Only the lines with "duration" in the entries below belong in the answer; please copy them.

╭──

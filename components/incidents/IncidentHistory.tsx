"use client";
// Every incident kept with its origin ranking, and beside the history: which components actually
// caused incidents next to the ones the measures rank highest.
import Link from "next/link";
import { useState } from "react";
import useSWR from "swr";
import { Badge } from "@/components/ui/Badge";
import { Button } from "@/components/ui/Button";
import { Card } from "@/components/ui/Card";
import { dateTime, pinchScore } from "@/components/ui/format";
import { fetchJson, type ApiError } from "@/lib/client/fetcher";
import type { IncidentHistoryResponse, IncidentRow } from "@/lib/incidents/types";
import { INCIDENT_REFRESH_MS } from "./refresh";

const PAGE = 20;

function duration(row: IncidentRow): string {
  const end = row.resolvedAt ? Date.parse(row.resolvedAt) : Date.now();
  const minutes = Math.max(0, Math.round((end - Date.parse(row.openedAt)) / 60_000));
  return minutes < 60 ? `${minutes} min` : `${Math.floor(minutes / 60)} h ${minutes % 60} min`;
}

export function IncidentHistory({ env }: { env: string }) {
  const [offset, setOffset] = useState(0);
  const history = useSWR<IncidentHistoryResponse, ApiError>(`/api/v1/environments/${env}/incidents?limit=${PAGE}&offset=${offset}`, fetchJson, { refreshInterval: INCIDENT_REFRESH_MS, keepPreviousData: true });
  const data = history.data;
  const link = (k: string) => (
    <Link href={`/environments/${env}/components/${encodeURIComponent(k)}`} className="font-mono text-ink hover:text-brass">
      {k}
    </Link>
  );
  return (
    <section className="space-y-4" aria-labelledby="incident-history">
      <h2 id="incident-history" className="pt-2 text-lg font-semibold">
        History
      </h2>
      {history.error && <p role="alert" className="text-sm text-down">Could not load the history: {history.error.message}</p>}
      {data && data.causes.length + data.predicted.length > 0 && (
        <div className="grid gap-4 lg:grid-cols-2">
          <Card title="What caused incidents">
            <p className="mb-2 text-xs text-muted">The first probable origin of each incident, at its peak, with the component&apos;s rank among today&apos;s pinch points (betweenness first, as on the pinch-points screen).</p>
            {data.causes.length === 0 ? (
              <p className="text-sm text-muted">No incident had a probable origin yet.</p>
            ) : (
              <ol className="space-y-1 text-sm" data-testid="causes">
                {data.causes.map((c) => (
                  <li key={c.key} className="flex items-center gap-2">
                    {link(c.key)}
                    <span className="text-muted">
                      {c.incidents} incident{c.incidents === 1 ? "" : "s"}, last {dateTime(c.lastAt)}
                    </span>
                    <span className="ml-auto">
                      {c.pinchRank !== null ? <Badge tone={c.pinchRank <= 10 ? "info" : "muted"}>rank {c.pinchRank}</Badge> : <Badge tone="degraded">not in today&apos;s ranking</Badge>}
                    </span>
                  </li>
                ))}
              </ol>
            )}
          </Card>
          <Card title="What the measures predict">
            <p className="mb-2 text-xs text-muted">The top ten of the pinch-point ranking (betweenness first), and how many incidents each was the probable origin of.</p>
            <ol className="space-y-1 text-sm" data-testid="predicted-pinch-points">
              {data.predicted.map((p) => (
                <li key={p.key} className="flex items-center gap-2">
                  <span className="w-5 text-right font-mono text-xs text-faint">{p.pinchRank}</span>
                  {link(p.key)}
                  <span className="font-mono text-xs text-muted">pinch score {pinchScore(p.pinchScore)}</span>
                  <span className="ml-auto">{p.incidents > 0 ? <Badge tone="down">caused {p.incidents}</Badge> : <span className="text-xs text-faint">no incident</span>}</span>
                </li>
              ))}
            </ol>
          </Card>
        </div>
      )}
      <Card title="Incidents" action={data && data.total > 0 ? <span className="text-xs text-muted">{offset + 1}–{Math.min(offset + PAGE, data.total)} of {data.total}</span> : undefined}>
        {!data ? (
          <p className="text-sm text-muted">Loading…</p>
        ) : data.items.length === 0 ? (
          <p className="text-sm text-muted">No incident yet: one opens with the first alert and closes when the last one resolves.</p>
        ) : (
          <div className="overflow-x-auto">
            <table className="w-full text-left text-sm" data-testid="incident-history">
              <thead className="text-xs uppercase tracking-wide text-faint">
                <tr>
                  <th className="py-2 pr-4 font-medium">#</th>
                  <th className="py-2 pr-4 font-medium">Opened</th>
                  <th className="py-2 pr-4 font-medium">Lasted</th>
                  <th className="py-2 pr-4 font-medium">Peak</th>
                  <th className="py-2 pr-4 font-medium">Probable origin</th>
                  <th className="py-2 pr-4 font-medium">Snapshot</th>
                </tr>
              </thead>
              <tbody className="divide-y divide-line">
                {data.items.map((i) => {
                  const origin = i.ranking?.origins[0];
                  const firing = i.ranking?.firing.length ?? 0;
                  return (
                    <tr key={i.number}>
                      <td className="py-1.5 pr-4">
                        <Link href={`/environments/${env}/incidents/${i.number}`} className="font-mono text-brass hover:underline">
                          #{i.number}
                        </Link>
                      </td>
                      <td className="py-1.5 pr-4 font-mono text-xs">{dateTime(i.openedAt)}</td>
                      <td className="py-1.5 pr-4">{i.status === "open" ? <Badge tone="down">open, {duration(i)}</Badge> : duration(i)}</td>
                      <td className="py-1.5 pr-4">{i.peakFiring} firing</td>
                      <td className="py-1.5 pr-4">
                        {origin ? (
                          <>
                            {link(origin.key)} <span className="text-muted">explains {origin.explains} of {firing}</span>
                            {(i.ranking?.origins.length ?? 0) > 1 && <span className="text-muted"> (+{(i.ranking?.origins.length ?? 1) - 1} more)</span>}
                          </>
                        ) : (
                          <span className="text-faint">none found</span>
                        )}
                      </td>
                      <td className="py-1.5 pr-4 font-mono text-xs">{i.ranking?.snapshot ? `#${i.ranking.snapshot.number}` : "—"}</td>
                    </tr>
                  );
                })}
              </tbody>
            </table>
          </div>
        )}
        {data && data.total > PAGE && (
          <div className="mt-3 flex gap-2">
            <Button type="button" disabled={offset === 0} onClick={() => setOffset(Math.max(0, offset - PAGE))}>
              Newer
            </Button>
            <Button type="button" disabled={offset + PAGE >= data.total} onClick={() => setOffset(offset + PAGE)}>
              Older
            </Button>
          </div>
        )}
      </Card>
    </section>
  );
}
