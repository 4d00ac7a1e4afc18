// Response headers that tell the browser what our pages may do. Edge-safe (no Node imports): the
// proxy builds the page policy per request, next.config.mjs sets the fixed ones on every response.

/**
 * The page policy. Scripts need this request's nonce ('strict-dynamic' lets the scripts Next loads
 * with it load their chunks); styles allow inline because React Flow and the charts position things
 * with style attributes, which a nonce cannot cover (common practice for React apps). Workers
 * (the map's ELK layout) come from our own origin. Nothing may frame a page, and nothing else is
 * fetched, posted to or embedded from anywhere else.
 */
export function pageContentSecurityPolicy({ nonce, dev }: { nonce: string; dev: boolean }): string {
  const directives: Record<string, string[]> = {
    "default-src": ["'self'"],
    "script-src": ["'self'", `'nonce-${nonce}'`, "'strict-dynamic'", ...(dev ? ["'unsafe-eval'"] : [])],
    "style-src": ["'self'", "'unsafe-inline'"],
    "img-src": ["'self'", "data:", "blob:"],
    "font-src": ["'self'", "data:"],
    "connect-src": ["'self'", ...(dev ? ["ws:"] : [])],
    "worker-src": ["'self'", "blob:"],
    "frame-src": ["'self'"],
    "object-src": ["'none'"],
    "base-uri": ["'none'"],
    "form-action": ["'self'"],
    "frame-ancestors": ["'none'"],
  };
  return Object.entries(directives)
    .map(([name, values]) => `${name} ${values.join(" ")}`)
    .join("; ");
}

/** API responses are JSON, CSV or YAML: nothing in them may run or be framed. */
export const API_CONTENT_SECURITY_POLICY = "default-src 'none'; frame-ancestors 'none'";

/** On every response, whatever serves it (set in next.config.mjs). */
export const FIXED_SECURITY_HEADERS: ReadonlyArray<{ key: string; value: string }> = [
  { key: "X-Content-Type-Options", value: "nosniff" },
  // Internal URLs name environments and components: other sites get nothing, our own pages the full path.
  { key: "Referrer-Policy", value: "same-origin" },
  // For browsers that predate frame-ancestors.
  { key: "X-Frame-Options", value: "DENY" },
  { key: "Cross-Origin-Opener-Policy", value: "same-origin" },
  { key: "Permissions-Policy", value: "camera=(), microphone=(), geolocation=(), payment=()" },
];

/**
 * Strict-Transport-Security only when the app's public address is https: a browser must never be
 * told to insist on https for an address served over plain http (the default 127.0.0.1:3000).
 * A year without subdomains, common practice for a first deployment.
 */
export function strictTransportSecurity(publicUrl: string): string | null {
  try {
    return new URL(publicUrl).protocol === "https:" ? "max-age=31536000" : null;
  } catch {
    return null;
  }
}
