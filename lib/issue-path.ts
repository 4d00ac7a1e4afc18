// The one way a located issue names where it is: `components[3].needs[1].key`, `body.scopes[0]`,
// `rules["odd key"].k`. Written by the importers and the API's error answers, read back by the
// screens to put a server's issue beside the field it is about. Pure.

export type PathSegment = string | number;

const IDENTIFIER = /^[A-Za-z_$][\w$-]*$/;

/** `["components", 3, "needs", 1, "key"]` → `components[3].needs[1].key`; `prefix` goes first (`body`, `query`). */
export function formatPath(path: readonly PropertyKey[], prefix = ""): string {
  let out = prefix;
  for (const seg of path) {
    if (typeof seg === "number") out += `[${seg}]`;
    else if (typeof seg === "string" && IDENTIFIER.test(seg)) out += out === "" ? seg : `.${seg}`;
    else out += `[${JSON.stringify(String(seg))}]`;
  }
  return out;
}

/** The inverse of formatPath: `body.scopes[0]` → `["body", "scopes", 0]`; null when the text is not a path. */
export function parsePath(text: string): PathSegment[] | null {
  const out: PathSegment[] = [];
  let i = 0;
  while (i < text.length) {
    if (text[i] === "[") {
      if (text[i + 1] === '"') {
        // A quoted key: find its closing quote, stepping over escapes (the key may hold "]").
        let j = i + 2;
        while (j < text.length && text[j] !== '"') j += text[j] === "\\" ? 2 : 1;
        if (text[j + 1] !== "]") return null;
        try {
          out.push(JSON.parse(text.slice(i + 1, j + 1)) as string);
        } catch {
          return null;
        }
        i = j + 2;
        continue;
      }
      const close = text.indexOf("]", i);
      const inside = close < 0 ? "" : text.slice(i + 1, close);
      if (!/^\d+$/.test(inside)) return null;
      out.push(Number(inside));
      i = close + 1;
      continue;
    }
    if (text[i] === ".") i++;
    const m = /^[A-Za-z_$][\w$-]*/.exec(text.slice(i));
    if (!m) return null;
    out.push(m[0]);
    i += m[0].length;
  }
  return out;
}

╰──

WRITTEN REPLY
function duration(row: IncidentRow): string {
                      <td className="py-1.5 pr-4">{i.status === "open" ? <Badge tone="down">open, {duration(i)}</Badge> : duration(i)}</td>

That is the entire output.